Thursday, July 06, 2006

Home work

I called poms and as usual asked him what he was doing and the usual reply he gives is that he is deep into his home work. His home work is great stuff. He will sit on a small plastic stool ( its always plastic now and we get them in an assorted colors and the women folk at home pick them to match them with the hall color and then that stool will be in any room except that intended room) and spread all his books on a round plastic table. Then after 10 mins of hemming and hawing he will want another table. Table gets substituted with a another stool ( no prizes for guesses, its also the ubiquitous plastic) and then he will start writing english, maths, evs and what not. His handwriting is - again no prizes for guessing - is as shabby as mine and the only the difference is that you can read his whereas you have rack your head for deciphering mine and then going bonkers as to whether its greek or spanish or some extinct language or even extra-terrestrial language and I would not be surprised it you thoughts meander in the direction of the animal kingdom.

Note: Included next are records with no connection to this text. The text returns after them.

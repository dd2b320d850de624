package server

import (
	"encoding/json"
	"html"
	"net/http"
	"strings"
	"testing"

	"tripwell/store"
	"tripwell/store/record"
)

// What did not come to stand in the book is shown with its sentence and its exact bytes, to managers.
func TestAside_ShowsWhatDoesNotStand(t *testing.T) {
	r := newRig(t, 1)
	h := r.handset(r.crew)
	named := func(maker string) string {
		e := h.record("device.registered", r.site, newID(), set{"set": set{"kind": "cord-set", "make": maker}})
		e.ID, e.Subject = record.NamedID(r.store.Org(), "KILN-LANE", "reel 4"), r.devices[0]
		return e.bytes(t)
	}
	malformed := `{"id":"<b>`
	h.n.Add(2) // two records that stay on the phone
	receipts := h.push(malformed, named("Maker"), named("Other maker"))
	if receipts[0].State != "refused" || receipts[1].State != "stored" || receipts[2].State != "already" {
		t.Fatalf("got %+v", receipts)
	}
	page := r.open(r.signIn(r.manager), "/kept-aside")
	for _, want := range []string{"2 records kept aside.", receipts[0].Text, malformed, "Maker", "Other maker", "1–2", h.installation} {
		if page.status != http.StatusOK || !strings.Contains(html.UnescapeString(page.body), want) {
			t.Errorf("got %d, %q is not shown", page.status, want)
		}
	}
	if got := r.open(r.signIn(r.crew), "/kept-aside"); got.status != http.StatusForbidden {
		t.Errorf("crew got %d, want %d", got.status, http.StatusForbidden)
	}
}

// A refused record is let in by a manager of its site with a reason: its exact bytes stand in the log and count, once.
func TestAside_AManagerTakesARefusedRecordIn(t *testing.T) {
	r := newRig(t, 1)
	h := r.handset(r.crew)
	e := h.entry(r.devices[0], 4.5)
	e.By = r.auditor.ID // never signed in on that phone
	bytes := e.bytes(t)
	refused := h.push(bytes, `{"id":"<b>`)
	if refused[0].Code != "not_permitted" {
		t.Fatalf("got %+v, want a refusal", refused)
	}
	office, page := r.signIn(r.manager), ""
	if page = r.open(office, "/kept-aside").body; strings.Count(page, `name="sha256"`) != 1 {
		t.Fatalf("got %d forms, want one: bytes that are no record cannot stand in a book", strings.Count(page, `name="sha256"`))
	}
	form := fieldsOf(t, page)
	if res := r.submit(office, "/kept-aside", form.Encode()); res.status != http.StatusUnprocessableEntity || !strings.Contains(res.body, "Say why this record") {
		t.Errorf("without a reason: got %d", res.status)
	}
	form.Set("reason", "Typed on Crew 1's phone")
	if res := r.submit(r.signIn(r.crew), "/kept-aside", form.Encode()); res.status != http.StatusForbidden {
		t.Errorf("crew: got %d, want %d", res.status, http.StatusForbidden)
	}
	elsewhere := newID()
	r.append(store.Draft{Kind: "site.registered", Log: elsewhere, Subject: elsewhere, Body: set{"set": set{"code": "OTHER", "name": "Other", "zone": "UTC", "standard": "NEC"}}})
	other := r.person("Manager 2", "manager", elsewhere)
	if res := r.submit(r.signIn(other), "/kept-aside", form.Encode()); !strings.Contains(res.body, "Only a manager of the site") {
		t.Errorf("a manager of another site: got %d", res.status)
	}
	for range 2 { // pressed twice
		if res := r.submit(office, "/kept-aside", form.Encode()); res.status != http.StatusSeeOther {
			t.Fatalf("got %d %.400s", res.status, res.body)
		}
	}
	if got := r.entries(); len(got) != 1 || got[0].ID != e.ID {
		t.Fatalf("got %+v in the log, want the record once", got)
	}
	kinds := map[string]int{}
	for _, p := range h.pullAll(r.site) {
		var env struct{ Kind, Subject, By string }
		must(t, json.Unmarshal([]byte(p.Record), &env))
		kinds[env.Kind]++
		if p.Record == bytes {
			kinds["the exact bytes"]++
		}
		if env.Kind == "record.admitted" && (env.Subject != e.ID || env.By != r.manager.ID) {
			t.Errorf("got %s, want the record's id and who let it in", p.Record)
		}
	}
	if kinds["the exact bytes"] != 1 || kinds["record.admitted"] != 1 {
		t.Errorf("got %v", kinds)
	}
	if got := h.push(bytes); got[0].State != "already" {
		t.Errorf("sent again: got %+v, want already", got)
	}
	if page := r.open(office, "/kept-aside").body; strings.Contains(page, `name="sha256"`) || !strings.Contains(page, "/records/"+e.ID) {
		t.Error("the page does not say that the record stands in the book")
	}
}
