package server

import (
	"net/http"
	"net/url"
	"regexp"
	"strconv"
	"strings"
	"testing"

	"tripwell/forms"
)

var hiddenInput = regexp.MustCompile(`<input type="hidden" name="([^"]+)" value="([^"]*)">`)

func TestSample_DrawnByAnAuditorAndMadeARound(t *testing.T) {
	r := newRig(t, 60)
	_, err := r.store.SignedHead()
	must(t, err)
	manager, auditor := r.signIn(r.manager), r.signIn(r.auditor)
	const asked = "/sample?word=rain&site=KILN-LANE"
	n := forms.SampleSize(60, forms.SampleBad(60, 0.05), 0.95)
	page := r.open(auditor, asked+"&found=1").body
	for _, want := range []string{"devices and", "Find each one", "1 of " + strconv.Itoa(n) + " were wrong: of all 60 devices"} {
		if !strings.Contains(page, want) {
			t.Errorf("the page does not say %q", want)
		}
	}
	if strings.Contains(page, "Make it a round") {
		t.Error("an auditor is offered to make a round")
	}
	if got := strings.Count(page, `href="/devices/`); got != n {
		t.Errorf("%d devices are shown, want %d", got, n)
	}
	if res := r.open(auditor, "/sample.pdf?word=rain&site=KILN-LANE"); res.status != http.StatusOK || !strings.HasPrefix(res.body, "%PDF") {
		t.Errorf("the sheet: %d", res.status)
	}
	for _, bad := range []string{"/sample?word=", "/sample?word=x&share=0", "/sample?word=x&confidence=100", "/sample?word=x&share=much"} {
		if got := r.open(auditor, bad).status; got != http.StatusUnprocessableEntity {
			t.Errorf("%s: %d, want 422", bad, got)
		}
	}
	form := url.Values{}
	_, offered, ok := strings.Cut(r.open(manager, asked).body, `<form method="post" action="/rounds">`)
	if !ok {
		t.Fatal("a manager is not offered to make a round")
	}
	offered, _, _ = strings.Cut(offered, "</form>")
	for _, m := range hiddenInput.FindAllStringSubmatch(offered, -1) {
		form.Set(m[1], m[2])
	}
	r.wantTo(manager, "/rounds", form)
	if rounds := r.rounds(); len(rounds) != 1 || len(rounds[0].Stops) != n {
		t.Errorf("got %d rounds, want one of %d tests", len(rounds), n)
	}
}
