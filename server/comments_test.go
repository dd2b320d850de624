package server

import (
	"bytes"
	"io/fs"
	"path"
	"strings"
	"testing"

	"github.com/tdewolff/parse/v2"
	"github.com/tdewolff/parse/v2/js"

	"tripwell/static"
)

func TestComments_OnlyWholeLinesGo(t *testing.T) {
	for _, c := range []struct{ in, want string }{
		{"// a\nlet b; // c\n", "\nlet b; // c\n"},
		{"/** a\n * b\n */\nlet c;\n", "\n\n\nlet c;\n"},
		{"/* a */ let b;\n", "/* a */ let b;\n"},
		{"  /* a */\n  let b = \"/* c\";\n", "\n  let b = \"/* c\";\n"},
		{"/* never ended\nlet b;\n", "/* never ended\nlet b;\n"},
	} {
		if got := string(withoutComments([]byte(c.in))); got != c.want {
			t.Errorf("%q: got %q, want %q", c.in, got, c.want)
		}
	}
}

// What a phone runs says the same as what stands in the source, by a parser of JavaScript that is not ours, on as many lines.
func TestComments_AModuleWithoutThemIsTheSameProgram(t *testing.T) {
	a, err := readAssets(static.Files)
	must(t, err)
	for name, file := range a.files {
		if path.Ext(name) != ".mjs" {
			continue
		}
		raw, err := fs.ReadFile(static.Files, name)
		must(t, err)
		sameProgram(t, name, string(raw), string(file.plain))
		if strings.HasPrefix(name, "vendor/") && !bytes.Equal(raw, file.plain) {
			t.Errorf("%s: a file of somebody else's, licence and all, was changed", name)
		}
	}
	sameProgram(t, "sw.js", workerText, string(withoutComments([]byte(workerText))))
}

func sameProgram(t *testing.T, name, source, sent string) {
	t.Helper()
	if got, want := strings.Count(sent, "\n"), strings.Count(source, "\n"); got != want {
		t.Errorf("%s: got %d lines, want %d", name, got, want)
	}
	program := func(text string) string {
		ast, err := js.Parse(parse.NewInputString(text), js.Options{})
		if err != nil {
			t.Fatalf("%s: %v", name, err)
		}
		var b strings.Builder
		ast.JS(&b)
		return b.String()
	}
	if program(source) != program(sent) {
		t.Errorf("%s is another program without its comments", name)
	}
}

Then he writes a line and then has a doubt unrelated to anything to his subject and then a stern voice will direct his thoughts back to the note book. Then he will want to sharp the pencil which already would pierce the skin without much ado. A pencil sharpener would be there and in goes the pencil and the lead would be broken. Then he would want it be sharpened with the electric sharpener which I bought from saudi at not so a pleasing price for which I am still being reminded and again in not so pleasing phrases. The moment I say yes he would be off the stool like a olympic sprinter takes off the blocks in a 100 meter dash. With a grin as wide as a barn door he would setup the sharpener and of course his entire interest is in plugging it into an electric outlet from which he derives an enormous pleasure which we can't fathom in a 100 years. One cant even feebly imagine how such a mundane stuff would enthuse anyone. But poms is made of entirely different mettle and he goes bonkers when it comes to electricity. That is for another day. The pencil is sharpened and the the writing starts. Some letters dive deep and some soar majestically upwards and the spaces given between letters ooze with extraordinary magnaimity. Encomiums are showered on him by the way of screams and yells and the eraser now flashed all around the notebook and he starts his calligraphy all over again, his enthusiasm a bit dampened and face a bit puffed and the twinkle in his wolf eyes a bit duller.

In between he will hear a car horn and would contemplate whether it was a indica or a scorpio and then he would be brought back to the world of home work by some vociferous shoutings. After a few lines the unmistakable hoot of a train horn would stir an hornet's nest in his mind and he would start whistling and then would want to know whether the train is going to dharmapuri or madras and if so how long it would take and how many wheels it has and whether train wheels would get punctured. His train of thoughts would be shattered by another round of castigations from a stentorious voice and poms would sulk for a few mins and in a sudden rash of boundless energy would zip zap and his small fingers would race across the note book at lightning speed.

Lo and behold his home work is done and the whole place looks like battlefield, chairs and stools amidst the strewn note books, erased rubber fillings and the pencil wood flakes and his page will look as it it had been raked all over.